Anyway, after our first wrong turn as we entered the village, we saw the lot and before we were spotted by any locals and encouraged to stay and experience any dropsy and quantan fever-filled hospitality, we sped off down an unmade track, grinding my poor new car's bottom along as we went, towards my intended destination.

The waterfalls of Cimbarra. 

We had mentally prepared ourselves for slight disappointment as we were coming to the end of a long, very hot and very dry summer. We knew that cascades of water were not just unlikely but out of the question. But we were blown away by the place, even without a dribble.

It was silent. It was vast. It was just mindblowingly beautiful. I posted these on Facebook, but I share them again here on the basis that you just can't get too much of a good thing!


Look at the amazing rock formations in the distance!

And close up!

We couldn't be sure but it looked as though at one time, there had been some sort of mill here. 

Which would explain the millstones...but we were miles from anywhere....most strange.

Fascinating rock strata

And then, the pool of unfathomable depth where, in spring, the waterfall splashes down.

You can see where the water will travel and that we very nearly had a trickle as it had rained earlier in the week.

There is a little water in those top hollows...
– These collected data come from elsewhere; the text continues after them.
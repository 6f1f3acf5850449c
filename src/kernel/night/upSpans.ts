import { atan2, cos, sin } from "../angle.js";
import { type Span, siderealDay, siderealRate } from "./darkness.js";

/** How far from its highest point a star stays above an altitude. */
export type UpFor = "never" | "always" | number;

/**
 * Hour angle at which a star of date crosses an altitude.
 *
 *     cos H0 = (sin h0 - sin phi sin delta) / (cos phi cos delta)
 *
 * Given
 *   direction  three numbers: unit vector on the axes of date
 *   latitude   [rad]  scalar
 *   lowest     [rad]  scalar: the altitude
 * Returned  [rad], 0 < H0 < pi, or in words where it never or always stands above
 * Accuracy  1e-12; test/kernel/night.test.ts
 * Source    spherical trigonometry
 */
export function upFor(direction: Float64Array, latitude: number, lowest: number): UpFor {
  const wide = cos(latitude) * Math.sqrt(direction[0]! * direction[0]! + direction[1]! * direction[1]!);
  const rest = sin(lowest) - sin(latitude) * direction[2]!;
  if (rest >= wide) return "never";
  if (rest < -wide) return "always";
  return atan2(Math.sqrt((wide - rest) * (wide + rest)), rest);
}

/**
 * When a star stands above an altitude within a stretch of time.
 *
 * Given
 *   direction  three numbers: unit vector on the axes of date
 *   sidereal   [rad]             scalar: local sidereal time
 *   at         [d from J2000.0]  scalar, when it is that
 *   latitude   [rad]             scalar
 *   lowest     [rad]             scalar: the altitude
 *   within     [d from J2000.0 UTC]
 * Returned  stretches in their order
 */
export function upSpans(
  direction: Float64Array,
  sidereal: number,
  at: number,
  latitude: number,
  lowest: number,
  within: Span,
): Span[] {
  const half = upFor(direction, latitude, lowest);
  if (half === "never") return [];
  if (half === "always") return [within];
  const highest = at + (atan2(direction[1]!, direction[0]!) - sidereal) / siderealRate;
  const reach = half / siderealRate;
  const first = Math.ceil((within.from - reach - highest) / siderealDay);
  const spans: Span[] = [];
  for (let turn = first; ; turn++) {
    const middle = highest + turn * siderealDay;
    if (!(middle - reach < within.to)) return spans;
    spans.push({ from: Math.max(middle - reach, within.from), to: Math.min(middle + reach, within.to) });
  }
}
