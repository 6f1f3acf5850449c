import { cos, sin } from "../angle.js";

const turn = 2 * Math.PI;
const degree = Math.PI / 180;
const arcsec = Math.PI / 648000;
const julianCentury = 36525;

/** Distances of the Moon are in radii of the Earth. */
export const earthRadius = 6378137;

/**
 * Position of the Moon from the geocentre, on the axes of date, in radii of the Earth.
 *
 *     ecliptic longitude L0 + dL, latitude 18520" sin S + N, parallax: the greatest terms of the lunar theory
 *
 * Given
 *   time  [d from J2000.0 TT]  scalar, 1950 to 2050 for the accuracy; UTC serves to 0.01 deg
 *   out                        three numbers to fill
 * Returned  nothing
 * Accuracy  0.08 deg in direction, 1 % in distance, from 1972 to 2050; test/kernel/night.test.ts
 * Source    Brown's lunar theory as cut down by Montenbruck & Pfleger 2000, Astronomy on the Personal Computer, sect. 3.2,
 *           and, for the parallax, The Astronomical Almanac, section D (both from memory; the test decides)
 */
export function moonPosition(time: number, out: Float64Array): void {
  const T = time / julianCentury;
  const mean = turn * (0.606433 + 1336.855225 * T);
  const l = turn * (0.374897 + 1325.55241 * T);
  const sun = turn * (0.993133 + 99.997361 * T);
  const D = turn * (0.827361 + 1236.853086 * T);
  const F = turn * (0.259086 + 1342.227825 * T);
  const dL =
    22640 * sin(l) -
    4586 * sin(l - 2 * D) +
    2370 * sin(2 * D) +
    769 * sin(2 * l) -
    668 * sin(sun) -
    412 * sin(2 * F) -
    212 * sin(2 * l - 2 * D) -
    206 * sin(l + sun - 2 * D) +
    192 * sin(l + 2 * D) -
    165 * sin(sun - 2 * D) -
    125 * sin(D) -
    110 * sin(l + sun) +
    148 * sin(l - sun) -
    55 * sin(2 * F - 2 * D);
  const S = F + arcsec * (dL + 412 * sin(2 * F) + 541 * sin(sun));
  const h = F - 2 * D;
  const N =
    -526 * sin(h) +
    44 * sin(l + h) -
    31 * sin(h - l) -
    23 * sin(sun + h) +
    11 * sin(h - sun) -
    25 * sin(F - 2 * l) +
    21 * sin(F - l);
  const longitude = mean + arcsec * dL;
  const latitude = arcsec * (18520 * sin(S) + N);
  const parallax =
    degree * (0.9508 + 0.0518 * cos(l) + 0.0095 * cos(2 * D - l) + 0.0078 * cos(2 * D) + 0.0028 * cos(2 * l));
  const distance = 1 / sin(parallax);
  const obliquity = degree * (23.439 - 4e-7 * time);
  const x = cos(latitude) * cos(longitude);
  const y = cos(latitude) * sin(longitude);
  const z = sin(latitude);
  out[0] = distance * x;
  out[1] = distance * (y * cos(obliquity) - z * sin(obliquity));
  out[2] = distance * (y * sin(obliquity) + z * cos(obliquity));
}
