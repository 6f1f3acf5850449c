import type { Cell, ErrorCode } from "../../call/cell.js";
import { CellError } from "../../call/cell.js";
import { readNumber } from "../cell/readNumber.js";

/** Attributes by which a table copied from here says what its cells hold to the last bit. */
export const marks = {
  /** Of the table: the address of its first cell, from where relative references count. */
  origin: "data-barycell-origin",
  kind: "data-barycell-kind",
  value: "data-barycell-value",
  formula: "data-barycell-formula",
} as const;

export function markOf(cell: Cell): readonly [kind: string, value: string] {
  if (cell === null) {
    return ["blank", ""];
  }
  if (cell instanceof CellError) {
    return ["error", cell.code];
  }
  switch (typeof cell) {
    case "number":
      return ["number", Object.is(cell, -0) ? "-0" : String(cell)];
    case "string":
      return ["text", cell];
    default:
      return ["logical", cell ? "TRUE" : "FALSE"];
  }
}

const codes: ReadonlySet<string> = new Set(["#VALUE!", "#N/A", "#DIV/0!", "#REF!", "#NAME?", "#NUM!", "#NULL!"]);

/** The cell of a mark; undefined where the mark is none of ours. */
export function cellOfMark(kind: string | undefined, value: string): Cell | undefined {
  switch (kind) {
    case "blank":
      return null;
    case "text":
      return value;
    case "logical":
      return value === "TRUE" ? true : value === "FALSE" ? false : undefined;
    case "number":
      return readNumber(value) ?? exactNumber(value);
    case "error":
      return codes.has(value)
        ? new CellError(
            value as ErrorCode,
            `${value} that was copied`,
            `${value} was copied as it stood; type what belongs here`,
          )
        : undefined;
    default:
      return undefined;
  }
}

/** A long integer that is a number and no identifier: the mark says so. */
function exactNumber(text: string): number | undefined {
  const value = /^-?\d+$/.test(text) ? Number(text) : Number.NaN;
  return Number.isFinite(value) ? value : undefined;
}
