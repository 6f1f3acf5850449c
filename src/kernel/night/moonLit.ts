import { cos } from "../angle.js";
import { astronomicalUnit } from "../constants.js";
import { isNight } from "./altitude.js";
import { earthRadius, moonPosition } from "./moon.js";
import { angleBetween } from "./moonDistance.js";
import { sunDirection, sunDistance } from "./sun.js";

const sun = new Float64Array(3);
const moon = new Float64Array(3);
const earth = new Float64Array(3);

/**
 * Part of the Moon's disk that the Sun lights.
 *
 *     k = (1 + cos i) / 2,  i the angle between Sun and Earth as the Moon sees them
 *
 * Given
 *   time  [d from J2000.0 UTC]  scalar, 1900 to 2100
 * Returned  [1], 0 at new moon to 1 at full moon; NaN outside the domain
 * Accuracy  0.003 from 1972 to 2050; test/kernel/night.test.ts
 * Source    geometry; see moon.ts and sun.ts
 */
export function moonLit(time: number): number {
  if (!isNight(time)) return Number.NaN;
  sunDirection(time, sun);
  moonPosition(time, moon);
  const far = (sunDistance(time) * astronomicalUnit) / earthRadius;
  for (let axis = 0; axis < 3; axis++) {
    sun[axis] = far * sun[axis]! - moon[axis]!;
    earth[axis] = -moon[axis]!;
  }
  return (1 + cos(angleBetween(sun, earth))) / 2;
}

/** `moonLit` of the first `rows` entries, to the same bits. */
export function moonLits(rows: number, out: Float64Array, time: Float64Array): void {
  for (let row = 0; row < rows; row++) out[row] = moonLit(time[row]!);
}
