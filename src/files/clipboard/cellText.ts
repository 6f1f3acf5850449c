/** The text of an HTML cell as a reader sees it. */
export interface CellText {
  add(text: string): void;
  tag(name: string, isOpening: boolean): void;
  finish(): string;
}

const lines: ReadonlySet<string> = new Set(["p", "div", "li", "ul", "ol", "h1", "h2", "h3", "h4", "tr", "table"]);

/**
 * Collects the text of a cell: white space as one blank, line breaks as such. A raised or lowered text is set apart, so
 * that 10 with a raised 3 is never 103: a raised exponent gets "^", uncertainties above and below a value a blank.
 */
export function cellText(): CellText {
  let text = "";
  let raised: "sup" | "sub" | undefined;
  const breakLine = (): void => {
    text = `${text.endsWith(" ") ? text.slice(0, -1) : text}\n`;
  };
  return {
    add(piece) {
      let plain = piece.replace(/[ \t\r\n\f]+/g, " ");
      if (text === "" || text.endsWith("\n") || text.endsWith(" ")) {
        plain = plain.replace(/^ /, "");
      }
      if (raised !== undefined && plain.trim() !== "") {
        text += separator(raised, text.at(-1) ?? "", plain[0] as string);
        raised = undefined;
      }
      text += plain;
    },
    tag(name, isOpening) {
      if (name === "br" && isOpening) {
        breakLine();
      } else if (name === "sup" || name === "sub") {
        raised = isOpening ? name : undefined;
      } else if (lines.has(name) && text !== "" && !text.endsWith("\n")) {
        breakLine();
      } else if ((name === "td" || name === "th") && isOpening && text !== "" && !text.endsWith("\n")) {
        text += " ";
      }
    },
    finish: () => text.replaceAll("\u00A0", " ").trim(),
  };
}

function separator(raised: "sup" | "sub", before: string, first: string): string {
  const followsDigit = /[\d.)]/.test(before);
  if (raised === "sup") {
    return before === "" ? "" : first === "+" && followsDigit ? " " : "^";
  }
  const isLower = /[-\u2212]/.test(first) && before !== "";
  return isLower ? " " : followsDigit && /\d/.test(first) ? "_" : "";
}
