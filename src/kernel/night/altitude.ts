import { atan2, cos, sin } from "../angle.js";
import { newOrientation, orientationAt, starOfDate } from "./starOfDate.js";

const orientation = newOrientation();
const star = new Float64Array(3);

/** Nights from 1900 to 2100 [d from J2000.0]: beyond, the precession of the short formulas is not to be trusted. */
export function isNight(time: number): boolean {
  return Math.abs(time) <= 36525;
}

/** [rad] A place in the sky, right ascension within a turn of 0. */
export function isPlace(rightAscension: number, declination: number): boolean {
  return Math.abs(rightAscension) <= 2 * Math.PI * (1 + 1e-12) && Math.abs(declination) <= (Math.PI / 2) * (1 + 1e-12);
}

/** [rad] A point on the Earth, longitude within a turn of Greenwich. */
export const isPoint = isPlace;

/**
 * Altitude of a direction of date.
 *
 *     sin h = sin phi sin delta + cos phi cos delta cos H
 *
 * Given
 *   direction  unit vector or any multiple of it, on the axes of date
 *   sidereal   [rad]  scalar: local sidereal time
 *   latitude   [rad]  scalar, geodetic
 * Returned  [rad]
 */
export function altitudeOf(direction: Float64Array, sidereal: number, latitude: number): number {
  const [c, s] = [cos(sidereal), sin(sidereal)];
  const towards = direction[0]! * c + direction[1]! * s;
  const east = direction[1]! * c - direction[0]! * s;
  const up = sin(latitude) * direction[2]! + cos(latitude) * towards;
  const north = cos(latitude) * direction[2]! - sin(latitude) * towards;
  return atan2(up, Math.sqrt(north * north + east * east));
}

/**
 * Altitude of a star above the horizon, without refraction.
 *
 * Given
 *   time                         [d from J2000.0 UTC]  scalar, 1900 to 2100
 *   rightAscension, declination  [rad]  scalars, ICRS, at the time
 *   longitude, latitude          [rad]  scalars, geodetic (WGS 84), east and north positive
 * Returned  [rad], -pi/2 to pi/2; NaN outside the domain
 * Accuracy  0.01 deg from 1972 to 2050: aberration, polar motion and UT1 - UTC are left out; test/kernel/night.test.ts
 * Source    spherical trigonometry; Hilton et al. 2006, Celest. Mech. 94, 351 (precession)
 */
export function altitude(
  time: number,
  rightAscension: number,
  declination: number,
  longitude: number,
  latitude: number,
): number {
  if (!(isNight(time) && isPlace(rightAscension, declination) && isPoint(longitude, latitude))) return Number.NaN;
  orientationAt(time, orientation);
  starOfDate(rightAscension, declination, orientation, star);
  return altitudeOf(star, orientation.sidereal + longitude, latitude);
}

/** `altitude` of the first `rows` entries, to the same bits. */
export function altitudes(
  rows: number,
  out: Float64Array,
  time: Float64Array,
  rightAscension: Float64Array,
  declination: Float64Array,
  longitude: Float64Array,
  latitude: Float64Array,
): void {
  for (let row = 0; row < rows; row++) {
    out[row] = altitude(time[row]!, rightAscension[row]!, declination[row]!, longitude[row]!, latitude[row]!);
  }
}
A zoom in to the cave behind where the water falls
 And a clip that I filmed as we first arrived and enjoyed the silence and the landscape.



Anyway...we eventually tore ourselves away, hairpinned our way back to civilisation for a leisurely sandwich and coffee - not in Aldeaquemada, I hasten to add - before heading back in good time to wait for Ruy. As always, I hoped he might beat his rival, national champion, Alberto just this once...but as we arrived, I got a phone call from Ruy asking me to come and get him as soon as possible as he'd sliced his finger open with a broken arrow and couldn't continue. So I did...but I didn't drive the last 300m in my poor battered old car. This was on the basis that if I needed to get him to hospital, then I needed the car in one piece. As it happened, the wound was clean, if deep, and not bleeding too much and we decided that a mad dash to A&E wasn't necessary. And it's now healed completely.


And whilst I was in the UK, as well as new pens for tanglin, I picked up a most horrendous cold which only really emerged when I got home. I ended up in bed the last three days and even now, the desk is littered with snotty tissues. Aren't colds just the pits!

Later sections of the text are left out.